Justin Schwartz jkschw at hotmail.com
Sun Apr 7 19:48:28 PDT 2002



>
>When I took an existentialism and phenomenology course at Northridge
>(CSUN) in `65, we began with selections from Hegel, Kierkegaard,
>Nietzsche, using Nietzsche as the bridge to both branches: Husserl and
>Heidegger and Sartre and Merleau-Ponty.

I taught versions of this course at Michigan in the early and mid 1980s, at and Kalamazoo College in the late 1980s. I had a similar class from Kaufmann at Tigertown in 1975.


>
>Its hard to re-capture just how electrifying these writers were at the
>time. They have to be contrasted to the long, abstract and tedious
>Anglo-American analytical tradition,

Well, sorry 'bout that . . . .


>
>In continental philosophy as it was called then, phenomenologists and
>existentialists actually discussed the realm of ideas and its direct
>expressions in life and concrete experience: living in a mass
>technological society, death, alienation, the suffocation of mass
>culture... Compared to the lengthy and abstract deliberations on
>language and truth, the nuances of empirical induction and so forth in
>the Anglo-American tradition, these other guys were fire breathing
>radicals.

I think kids were attracted to the pomos in the late 80s and 90s for similar reasons. T recall a discussion with other analytical philosophers at Ohio State, they were wondering why their classes in semantics and metaphysics were not drwaing (mine in political philosophy were always full, although I'm very analytical), while the pomo stuff was hopping. I tried to explain, but they wouldn't understand.
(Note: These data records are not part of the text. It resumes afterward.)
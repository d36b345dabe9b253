/**
 * The plan page in headless Chromium: no console error, no request beyond its own file, both
 * figures drawn with a non-zero size, no text of a figure outside its viewBox, no sideways scroll.
 */
import { afterAll, beforeAll, describe, expect, it } from 'vitest';
import { mkdtempSync, rmSync } from 'node:fs';
import { tmpdir } from 'node:os';
import { join } from 'node:path';
import { pathToFileURL } from 'node:url';
import type { Page } from 'playwright-core';
import { runCli } from '../../src/cli/run-cli.js';
import { foreignRequests, launchChromium, watchPage, type HeadlessBrowser, type PageWatch } from '../helpers/chromium.js';
import { silentIo } from '../helpers/cli-capture.js';

let browser: HeadlessBrowser;
let page: Page;
let watch: PageWatch;
let out: string;

beforeAll(async () => {
  out = mkdtempSync(join(tmpdir(), 'mechanist-plan-page-'));
  const io = silentIo(out);
  expect(await runCli(['plan', '--km', '10uM..40uM', '--ki', '50nM..500nM', '--max-substrate', '400uM', '--wells', '48', '--simulations', '2', '--mechanisms', 'competitive,mixed', '--out', out], io)).toBe(0);
  browser = await launchChromium();
  page = await browser.context.newPage();
  watch = watchPage(page);
  await page.goto(pathToFileURL(join(out, 'plan.html')).href, { waitUntil: 'load' });
}, 60_000);

afterAll(async () => {
  await browser?.close();
  rmSync(out, { recursive: true, force: true });
});

describe('plan.html in Chromium', () => {
  it('loads cleanly and fetches nothing', () => {
    expect(watch.problems).toEqual([]);
    expect(foreignRequests(watch.requests)).toEqual([]);
  });
  it('both figures are drawn and keep their text inside', async () => {
    for (const id of ['fig-plan-grid', 'fig-plan-wells']) {
      const check = await page.evaluate((figId) => {
        const svg = document.getElementById(figId) as unknown as SVGSVGElement | null;
        if (!svg) return { found: false, width: 0, outside: [] as string[] };
        const vb = svg.viewBox.baseVal;
        const outside: string[] = [];
        for (const t of Array.from(svg.querySelectorAll('text'))) {
          const b = (t as SVGGraphicsElement).getBBox();
          const m = (t as SVGGraphicsElement).getCTM();
          const root = svg.getCTM();
          if (!m || !root) continue;
          const rel = root.inverse().multiply(m);
          const x0 = rel.a * b.x + rel.c * b.y + rel.e;
          const x1 = rel.a * (b.x + b.width) + rel.c * b.y + rel.e;
          if (Math.min(x0, x1) < vb.x - 0.5 || Math.max(x0, x1) > vb.x + vb.width + 0.5) outside.push(t.textContent ?? '');
        }
        return { found: true, width: svg.getBoundingClientRect().width, outside };
      }, id);
      expect(check.found, id).toBe(true);
      expect(check.width, id).toBeGreaterThan(100);
      expect(check.outside, id).toEqual([]);
    }
  });
  it('the page does not scroll sideways at 1280 px', async () => {
    const wide = await page.evaluate(() => document.documentElement.scrollWidth > document.documentElement.clientWidth);
    expect(wide).toBe(false);
  });
});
The contrast between that world and say the Beach Boys was
>tremendous.

Hey, wadday got against the Beach Boys?


>
>In retrospect, it seems to me that there was an explicit, uniform and
>complete suppression of these works in the US academy and indeed the
>whole realm of thought that they represent.

Not so much by my time. Though mainstream analytical philosophy has ignorant contempt for anything that looks fuzzy and different. Still there was always at least one person hired to teach it--Kaufmann at Princeton, Fritjhof Bergmann at Michigan, there were twao at Ohio State, one of whom was bitter and alienated.